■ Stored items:
=== Section Start ===
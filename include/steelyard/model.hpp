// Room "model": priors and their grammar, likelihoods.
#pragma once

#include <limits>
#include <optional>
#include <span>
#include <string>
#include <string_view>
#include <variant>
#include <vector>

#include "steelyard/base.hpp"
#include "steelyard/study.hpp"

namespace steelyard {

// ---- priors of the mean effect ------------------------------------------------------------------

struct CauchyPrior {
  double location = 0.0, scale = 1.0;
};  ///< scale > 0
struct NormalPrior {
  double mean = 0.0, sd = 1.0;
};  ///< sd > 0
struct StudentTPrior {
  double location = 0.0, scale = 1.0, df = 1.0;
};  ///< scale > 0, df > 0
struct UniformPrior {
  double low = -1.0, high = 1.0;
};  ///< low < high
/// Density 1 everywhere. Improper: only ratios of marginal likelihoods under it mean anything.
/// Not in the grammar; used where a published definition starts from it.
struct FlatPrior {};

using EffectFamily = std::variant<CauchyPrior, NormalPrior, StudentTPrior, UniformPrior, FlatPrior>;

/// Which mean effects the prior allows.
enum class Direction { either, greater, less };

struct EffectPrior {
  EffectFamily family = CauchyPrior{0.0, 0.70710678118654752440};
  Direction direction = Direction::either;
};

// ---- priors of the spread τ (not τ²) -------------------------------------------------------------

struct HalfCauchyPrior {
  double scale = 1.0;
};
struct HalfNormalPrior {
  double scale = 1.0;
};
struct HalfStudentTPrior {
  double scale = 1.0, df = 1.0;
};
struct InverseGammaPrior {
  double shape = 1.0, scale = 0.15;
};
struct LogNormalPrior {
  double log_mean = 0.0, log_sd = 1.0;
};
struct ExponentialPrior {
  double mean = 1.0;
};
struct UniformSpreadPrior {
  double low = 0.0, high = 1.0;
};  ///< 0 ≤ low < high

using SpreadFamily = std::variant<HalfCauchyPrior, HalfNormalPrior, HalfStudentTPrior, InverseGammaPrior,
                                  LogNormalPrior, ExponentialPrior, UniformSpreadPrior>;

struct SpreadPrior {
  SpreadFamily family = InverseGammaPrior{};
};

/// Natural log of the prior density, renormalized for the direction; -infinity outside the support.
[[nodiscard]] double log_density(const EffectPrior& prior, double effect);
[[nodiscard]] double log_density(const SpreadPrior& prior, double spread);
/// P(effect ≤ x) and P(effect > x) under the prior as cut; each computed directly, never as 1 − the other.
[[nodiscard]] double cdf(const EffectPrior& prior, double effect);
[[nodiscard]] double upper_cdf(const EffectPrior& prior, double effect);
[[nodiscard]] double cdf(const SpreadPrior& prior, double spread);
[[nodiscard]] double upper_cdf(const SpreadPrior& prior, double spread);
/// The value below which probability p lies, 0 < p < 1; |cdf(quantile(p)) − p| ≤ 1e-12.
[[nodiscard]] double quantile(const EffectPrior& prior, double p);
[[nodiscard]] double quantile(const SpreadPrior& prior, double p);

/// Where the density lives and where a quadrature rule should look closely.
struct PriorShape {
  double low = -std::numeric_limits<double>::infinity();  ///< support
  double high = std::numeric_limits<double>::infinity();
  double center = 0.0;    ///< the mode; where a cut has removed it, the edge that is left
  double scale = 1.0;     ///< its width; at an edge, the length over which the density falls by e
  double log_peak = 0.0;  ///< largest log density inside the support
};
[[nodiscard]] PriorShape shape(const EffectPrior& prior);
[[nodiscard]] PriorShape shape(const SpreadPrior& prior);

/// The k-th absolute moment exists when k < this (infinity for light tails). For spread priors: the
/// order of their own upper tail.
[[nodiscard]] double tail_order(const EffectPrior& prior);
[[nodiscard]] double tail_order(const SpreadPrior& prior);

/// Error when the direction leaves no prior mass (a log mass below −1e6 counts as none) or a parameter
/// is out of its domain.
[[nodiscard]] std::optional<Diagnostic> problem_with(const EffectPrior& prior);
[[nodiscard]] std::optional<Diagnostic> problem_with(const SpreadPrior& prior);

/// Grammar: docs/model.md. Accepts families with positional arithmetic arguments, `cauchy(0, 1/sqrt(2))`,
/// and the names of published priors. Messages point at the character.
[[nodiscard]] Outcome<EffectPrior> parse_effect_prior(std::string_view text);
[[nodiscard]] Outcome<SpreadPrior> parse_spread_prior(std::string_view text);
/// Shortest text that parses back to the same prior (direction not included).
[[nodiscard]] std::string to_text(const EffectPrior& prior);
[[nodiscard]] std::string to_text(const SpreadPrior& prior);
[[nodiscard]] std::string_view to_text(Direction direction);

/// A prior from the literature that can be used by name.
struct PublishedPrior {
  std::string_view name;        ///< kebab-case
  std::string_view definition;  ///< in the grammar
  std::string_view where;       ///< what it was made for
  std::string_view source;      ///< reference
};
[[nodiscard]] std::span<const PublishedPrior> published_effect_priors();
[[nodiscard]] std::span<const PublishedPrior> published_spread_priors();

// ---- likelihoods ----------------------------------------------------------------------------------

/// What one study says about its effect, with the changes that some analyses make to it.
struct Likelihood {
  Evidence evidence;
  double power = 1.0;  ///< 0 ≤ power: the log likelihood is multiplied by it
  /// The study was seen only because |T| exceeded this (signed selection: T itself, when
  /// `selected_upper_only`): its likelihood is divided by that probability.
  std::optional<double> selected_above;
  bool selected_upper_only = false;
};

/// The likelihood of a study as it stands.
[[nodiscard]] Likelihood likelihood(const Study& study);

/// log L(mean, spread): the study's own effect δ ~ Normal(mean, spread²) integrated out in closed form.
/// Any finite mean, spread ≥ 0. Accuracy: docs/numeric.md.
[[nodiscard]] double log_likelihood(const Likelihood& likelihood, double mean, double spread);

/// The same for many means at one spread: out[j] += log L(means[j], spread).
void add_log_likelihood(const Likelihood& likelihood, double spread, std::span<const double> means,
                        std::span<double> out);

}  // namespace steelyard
=== Section End ===
■ What you should do: In the entries above, identify each line that includes the string "using", then copy it.

■ Completed task:
using EffectFamily = std::variant<CauchyPrior, NormalPrior, StudentTPrior, UniformPrior, FlatPrior>;
using SpreadFamily = std::variant<HalfCauchyPrior, HalfNormalPrior, HalfStudentTPrior, InverseGammaPrior,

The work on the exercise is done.